The repudiation of sisterhood in Edith Wharton's "Pomegranate Seed."

Studies in Short Fiction, Wntr, 1996 by Judy Hale Young

However, by writing only to Kenneth, Elsie denies her bond with Charlotte. Elsie lives up to her maiden name, Corder, as "the author of the ties that bind" (Waid 195); but they bind her only to Kenneth and keep Charlotte at a distance, keep her always in the position of potential, never actual, reader, Charlotte's own desire to read the letters intermittently overwhelms her and causes her to act in wildly uncharacteristic ways; such is the nature of her desire--the "unfeminine" desire to empower herself by acquiring masculine knowledge. Thus, when she decides to watch Kenneth as he opens the latest letter, "it was the first time she had ever tried to surprise another person's secret. . . . She simply felt as if she were fighting her way through a stifling fog that she must at all costs get out of" (206-08)--the fog of ignorance, silence, and powerlessness. Later, "she was ashamed of her persistence . . . yet resolved that no such scruples should arrest her" (218). Ultimately, in the final scene the strength of her desire overcomes her well-bred principles entirely when she opens and reads the letter with defiant abandon--"whatever ill comes, I mean to find out what's in it" (226).

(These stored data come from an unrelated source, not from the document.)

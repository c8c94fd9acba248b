//! Curves over speed: a law written once for all numbers, and the same as an object.

use crate::scalar::{Dual, Enclosure, Real};

/// A law of one variable, usually an effort over a speed.
///
/// It must answer for every finite argument, below zero too, and be continuous but for the places it names.
pub trait Law: Send + Sync {
    /// The law at a number of any kind.
    fn eval<R: Real>(&self, x: R) -> R;

    /// Places where the value jumps; exactly the breaks at which pieces do not meet.
    fn jumps(&self) -> Vec<f64> {
        Vec::new()
    }

    /// Places where the slope jumps: only to integrate faster, may be left out.
    fn kinks(&self) -> Vec<f64> {
        Vec::new()
    }
}

/// A law as an object.
pub trait Curve: Send + Sync {
    /// The value at a point.
    fn at(&self, x: f64) -> f64;
    /// Bounds over a range.
    fn over(&self, x: Enclosure) -> Enclosure;
    /// Value and slope at a point.
    fn dual(&self, x: Dual) -> Dual;
    /// Places where the value jumps.
    fn jumps(&self) -> Vec<f64>;
    /// Places where the slope jumps.
    fn kinks(&self) -> Vec<f64>;
}

impl<L: Law> Curve for L {
    fn at(&self, x: f64) -> f64 {
        self.eval(x)
    }
    fn over(&self, x: Enclosure) -> Enclosure {
        self.eval(x)
    }
    fn dual(&self, x: Dual) -> Dual {
        self.eval(x)
    }
    fn jumps(&self) -> Vec<f64> {
        Law::jumps(self)
    }
    fn kinks(&self) -> Vec<f64> {
        Law::kinks(self)
    }
}

/// The same value everywhere.
#[derive(Clone, Copy, Debug)]
pub struct Constant(pub f64);

impl Law for Constant {
    fn eval<R: Real>(&self, _: R) -> R {
        R::of(self.0)
    }
}

/// A straight line: `at_zero + slope * x`.
#[derive(Clone, Copy, Debug)]
pub struct Line {
    /// Value at 0.
    pub at_zero: f64,
    /// Rise per unit.
    pub slope: f64,
}

impl Law for Line {
    fn eval<R: Real>(&self, x: R) -> R {
        x * self.slope + self.at_zero
    }
}
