class Likelihood:
    """ln of the probability of a sample given parameters, nuisances profiled or marginalised.

    Parameters
    ----------
    templates : Templates
    data : Data
    parameters : tuple of Parameter
    nuisances : Nuisances
    selection : Selection
    counts : str
        "auto": expected numbers count in fields that state their stars; "shape": nowhere; "absolute": everywhere.

    Raises
    ------
    InputError
        A kick parameter without kick-resolved fields; a slow component where the law has one; absolute counts where
        nothing anchors them.
    """

    def __init__(self, templates, data, parameters, nuisances=None, selection=None, counts="auto"):
        self.templates, self.data, self.parameters = templates, data, tuple(parameters)
        self.nuisances = nuisances or Nuisances()
        self.selection = selection or Selection()
        self.anchored = anchors(templates, counts)
        self.n = np.bincount(data.field, minlength=len(templates.names)).astype(float)
        scenario = templates.forecast.scenario
        self._law, self._hole = parse_kick(scenario.kicks), scenario.bh_kicks
        self.names = [p.name for p in self.parameters]
        check_kicks(self.names, templates, self._law)
        kept = np.array([self.selection.kept(p.lens) for p in templates.parts])
        self._eff = templates.efficiency
        self._kept = kept
        self._dark = np.concatenate([templates.rows(lens) for lens in DARK])
        self._own = np.array([i for i, p in enumerate(templates.parts) if p.bin < 0 and i not in templates.stellar],
                             dtype=int)  # fmt: skip
        self._tables()
        self._prepare_stars()
        self.active = np.flatnonzero(self.nuisances.widths > 0)
        if not self.anchored.any():
            self.active = self.active[self.active != 0]
        self._bins = np.array([i for i, n in enumerate(self.names) if n.startswith("kick_bin_")], dtype=int)
        self._bin_of = np.array([templates.parts[i].bin for i in templates.rows("neutron_star")], dtype=int)
        free = {"kick_scale", "slow_weight"} & set(self.names)
        self._fixed_dark = None if free else self._shares({})

    # what does not change -------------------------------------------------------------------------------------------

    def _tables(self):
        """Event values and expected numbers of remnant and own parts, at masses times exp(`_MASSES`) if they vary."""
        t, d = self.templates, self.data
        rows = np.concatenate([self._dark, self._own])
        self._shifted = "remnant_mass" in self.names
        self._V, self._E = [], []
        if self._shifted and (d.full.any() or (len(d) and np.ptp(d.weight, axis=1).max() > 0)):
            raise InputError(
                "remnant_mass: this sample has events with measured masses or parallaxes, whose values hold the "
                "scenario's masses; leave the parameter out, or the measurements (--timescales-only)"
            )
        for ln_mass in _MASSES if self._shifted else (0.0,):
            rate, value = t.rate[:, rows], d.value[:, rows]
            if ln_mass:
                dark = slice(0, self._dark.size)
                rate, value = rate.copy(), value.copy()
                rate[:, dark] = np.exp(0.5 * ln_mass) * moved(rate[:, dark], 0.5 * ln_mass, 1.0)
                value[:, dark] = self._at_nodes(rate[:, dark]) * d.weight[:, rows[dark]]
            self._V.append(value)
            self._E.append(np.einsum("frn,fn->fr", rate, self._eff) * STEP * self._kept[rows])
        self._V, self._E = np.array(self._V), np.array(self._E)

    def _at_nodes(self, rate):
        d = self.data
        i, s = _source(d.nodes, 0.0, 1.0)
        pick = d.field[:, None]
        low, high = rate[pick, :, i], rate[pick, :, i + 1]
        return np.einsum("nqr,q->nr", (1 - s)[..., None] * low + s[..., None] * high, node_weights())

    def _prepare_stars(self):
        """Stellar rates against ln t_E, a row for each way in which events of a field weigh the parts."""
        t, d = self.templates, self.data
        stellar = t.stellar
        plain = np.einsum("sfrn->fns", t.slope_rate)
        weight = np.where(d.full[:, None], 1.0, d.weight[:, stellar])
        key = np.concatenate([d.field[:, None], weight], axis=1)
        kinds, self._row = np.unique(key, axis=0, return_inverse=True)
        self._row = np.asarray(self._row).ravel()
        self._star = np.empty((len(kinds), LN_T.size, len(SLOPES)))
        rows = np.ascontiguousarray(t.slope_rate.transpose(1, 3, 0, 2))  # (F, n, 3, R')
        for f in np.unique(d.field):
            mine = kinds[:, 0] == f
            self._star[mine] = np.moveaxis(rows[f] @ kinds[mine, 1:].T, 2, 0)
        # events with the joint distribution keep their values but for the change of the rate at their t_E
        self._times = np.ones(len(d))
        if d.full.any():
            base = self._at_nodes(plain[:, None, :, 1])[:, 0]
            value = d.value[:, stellar].sum(axis=1)
            self._times = np.where(d.full, np.divide(value, base, out=np.zeros_like(base), where=base > 0), 1.0)
        self._nodes, self._node_weights = d.nodes, node_weights()[None]
        self._found = np.ascontiguousarray(np.einsum("sfrn,r->fns", t.slope_rate, self._kept[stellar]))
        self._cells, self._cell_weights = np.tile(LN_T, (len(self._found), 1)), self._eff * STEP

    # one evaluation -------------------------------------------------------------------------------------------------

    def _shares(self, values):
        """Weights of the remnant parts, but for numbers."""
        law = self._law
        if "slow_weight" in values:
            slow = int(np.argmin(law.values))
            weights = [0.0, 0.0]
            weights[slow], weights[1 - slow] = values["slow_weight"], 1 - values["slow_weight"]
            from dataclasses import replace

            law = replace(law, weights=tuple(weights))
        scale = values.get("kick_scale", 1.0)
        law = law.scaled(scale) if scale != 1 else law
        out = [self.templates.shares("neutron_star", law)]
        if self._hole == "momentum":
            out.append(self.templates.shares("black_hole", law, momentum=True))
        else:
            hole = law if self._hole == "same" else parse_kick(self._hole)
            out.append(self.templates.shares("black_hole", hole))
        return np.concatenate(out)

    def part_weights(self, theta):
        """Return the weight of every part at parameter values, (R,); stellar ones are 1."""
        values = dict(zip(self.names, theta))
        dark = self._shares(values) if self._fixed_dark is None else self._fixed_dark.copy()
        first = self._bin_of.size
        if self._bins.size:
            # the unkicked keep their share; the whole keeps its number
            new = dark[:first] * np.exp(np.concatenate([[0.0], np.asarray(theta)[self._bins]]))[self._bin_of]
            dark[:first] = new * dark[:first].sum() / new.sum()
        dark[:first] *= values.get("neutron_stars", 1.0)
        dark[first:] *= values.get("black_holes", 1.0)
        out = np.ones(len(self.templates.parts))
        out[self._dark] = dark
        for i in self._own:
            out[i] = values.get(f"class:{self.templates.parts[i].lens}", 1.0)
        return out

    def kick_bins(self):
        """Return the edges of the kick bins [km/s] and the law's shares of neutron stars, the unkicked first.

        None where the bins are not free.
        """
        if not self._bins.size:
            return None
        first = [p.group for p in self.templates.parts if p.lens == "neutron_star"]
        return self.templates.edges, self._fixed_dark[: self._bin_of.size][np.array(first) == first[0]]

    def remnants(self, theta):
        """Return rate at each event, and expected number by field, of remnants and own classes: shares @ parts."""
        w = self.part_weights(theta)[np.concatenate([self._dark, self._own])]
        split = self._dark.size
        V, E = self._V[0], self._E[0]
        if self._shifted:
            place = np.interp(np.log(theta[self.names.index("remnant_mass")]), _MASSES, np.arange(_MASSES.size))
            k = min(int(place), _MASSES.size - 2)
            s = place - k
            V, E = ((1 - s) * a[k] + s * a[k + 1] for a in (self._V, self._E))
        return (V[:, :split] @ w[:split], E[:, :split] @ w[:split], V[:, split:] @ w[split:], E[:, split:] @ w[split:])

    def terms(self, remnants, nu):
        """Return rate at each event (n,) and expected numbers (F,), but for the common rate factor.

        Parameters
        ----------
        remnants : tuple
            From `remnants`.
        nu : array_like, shape (4,)
            ln rate, shift, ln stretch, slope.
        """
        return self._terms_and_slopes(remnants, nu)[:2]

    def _terms_and_slopes(self, remnants, nu):
        """As `terms`, with the slopes of both in shift, ln stretch and slope: (3, n) and (3, F)."""
        d, (v, e, own_v, own_e) = self.data, remnants
        mix, mix_slope = _mixture(nu[3])
        factor, change = mix @ self.templates.slope_factor, mix_slope @ self.templates.slope_factor
        star, found = np.empty((4, len(d))), np.empty((4, len(self._found)))
        how = (LN_T[0], STEP, _PIVOT, float(nu[1]), float(nu[2]), mix, mix_slope)
        shifted_sums(self._star, self._row, self._nodes, self._node_weights, *how, star)
        shifted_sums(self._found, np.arange(len(self._found)), self._cells, self._cell_weights, *how, found)
        star *= self._times
        star[3] += change[d.field] * v
        found[3] += change * e
        rate, mu = star[0] + factor[d.field] * v + own_v, found[0] + factor * e + own_e
        return np.maximum(rate, _TINY), np.maximum(mu, _TINY), star[1:], found[1:]

    def _fields(self, mu, ln_rate):
        """Sum over fields of what counts say, each field's own factor integrated over its Gamma prior."""
        m, n = mu * np.exp(ln_rate), self.n
        shape = n * np.log(mu)
        width = self.nuisances.field_rate
        if width > 0:
            k = width**-2
            full = (k * np.log(k) - gammaln(k) + gammaln(k + n) - (k + n) * np.log(k + m) + n * ln_rate)
        else:
            full = n * ln_rate - m
        return float(np.sum(np.where(self.anchored, full, -shape)))

    def ln(self, theta, nu=(0.0, 0.0, 0.0, 0.0)):
        """Return ln L at parameters and nuisances (priors not in it)."""
        rate, mu = self.terms(self.remnants(theta), nu)
        return float(np.sum(np.log(rate))) + self._fields(mu, nu[0])

    def ln_prior_nu(self, nu):
        """Return the ln prior density of the nuisances that are free."""
        sd = self.nuisances.widths[self.active]
        z = np.asarray(nu)[self.active] / sd
        return float(-0.5 * z @ z - np.sum(np.log(sd)) - 0.5 * z.size * np.log(2 * np.pi))

    def marginal(self, theta, start=None):
        """Return ln of the likelihood integrated over the nuisances (Laplace), and where they are likeliest.

        Parameters
        ----------
        theta : array_like
        start : ndarray, optional
            First guess of the nuisances.

        Returns
        -------
        ln_marginal, nu
        """
        fixed = self.remnants(theta)
        nu = np.zeros(4) if start is None else np.array(start, dtype=float)
        active, sd = self.active, self.nuisances.widths

        def value(nu):
            terms = self._terms_and_slopes(fixed, nu)
            return float(np.sum(np.log(terms[0]))) + self._fields(terms[1], nu[0]) + self.ln_prior_nu(nu), terms

        best, terms = value(nu)
        if not active.size:
            return best, nu
        for _ in range(_STEPS):
            g, H = self._slopes(nu, *terms)
            step = np.linalg.solve(H, g)
            if 0.5 * g @ step < _SETTLED:
                break
            size = 1.0
            while size > 1e-3:
                new = nu.copy()
                new[active] += size * np.clip(step, -2 * sd[active], 2 * sd[active])
                new[2:] = np.clip(new[2:], [-0.5, -0.9], [0.5, 0.9])
                new_best, new_terms = value(new)
                if new_best > best:
                    break
                size *= 0.4
            else:
                break
            nu, best, terms = new, new_best, new_terms
        det = np.linalg.slogdet(H)[1]
        return best + 0.5 * active.size * np.log(2 * np.pi) - 0.5 * det, nu

    def _slopes(self, nu, rate, mu, rate_slope, mu_slope):
        """Gradient of ln posterior in the free nuisances, and its information matrix.

        Squares of the slopes of each event's share of its field, plus what the field's number says: never negative,
        however far the numbers are from those expected.
        """
        active, sd = self.active, self.nuisances.widths
        ln = np.concatenate([self.anchored[self.data.field][None], rate_slope / rate])[active]
        a = np.concatenate([self.anchored[None], mu_slope / mu])[active]
        m, n, width = mu * np.exp(nu[0]), self.n, self.nuisances.field_rate
        if width > 0:
            k = width**-2
            pull, curve = (k + n) * m / (k + m), (k + n) * k * m / (k + m) ** 2
        else:
            pull, curve = m, m
        pull, curve = np.where(self.anchored, pull, n), np.where(self.anchored, curve, 0.0)
        g = ln.sum(axis=1) - a @ pull - np.array(nu)[active] / sd[active] ** 2
        share = ln - a[:, self.data.field]
        return g, share @ share.T + (a * curve) @ a.T + np.diag(1 / sd[active] ** 2)


def anchors(templates, counts):
    """Return which fields' expected numbers count; see `Likelihood`."""
    from ..errors import one_of
    from ..events.compare import COUNTS

    one_of("counts", counts, COUNTS)
    if counts == "absolute" and not templates.anchored.all():
        names = ", ".join(np.array(templates.names)[~templates.anchored][:5])
        raise InputError(
            f"counts: nothing anchors the number of events in {names}; state monitored_stars there, or use shapes "
            "(counts = 'shape')"
        )
    return np.zeros(len(templates.names), dtype=bool) if counts == "shape" else templates.anchored.copy()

But Charlotte's attempts to acquire masculine knowledge go essentially unrewarded. Try as she will, she cannot grasp the knowledge she seeks because she cannot read the letters. The nature of the letters as Elsie has created them ensures Charlotte's inability to read them. Elsie addresses her letters in every sense to a man: she sends them to Kenneth and marks them with Kenneth's name. Furthermore, the handwriting itself resists Charlotte's attempts to read: "the address was always written as though there were not enough ink in the pen" (201); "strain her eyes as she would, she could discern only a few faint strokes, so faint and faltering as to be nearly undecipherable" (227). Kenneth, however, while he also shows some difficulty with "decipher[ing] the faint writing" (202), can read the letters because he has read other letters like them--he has prior knowledge that allows him to partake of the knowledge they offer. As Charlotte tells her mother-in-law, "I remember [Kenneth's] saying to me once that if you were used to a handwriting the faintest stroke of it became legible. Now I see what he meant. He was used to it" (229). But Charlotte is not used to it, has had no opportunity to become used to it, to master the prior knowledge that Kenneth has. She thus signifies the woman who attempts to gain the knowledge and power implicit in the act of reading, but can do so only imperfectly. This imperfect ability springs both from her femaleness, which makes her a stranger to masculine discourse or, as in this case, masculinized discourse, and from her narrow and ineffective education, which Wharton elsewhere describes as the "ordinary teaching [of] French, German, music & drawing" ("Life and I," 1089). Charlotte is the woman reader who struggles with this socially sanctioned virtual illiteracy.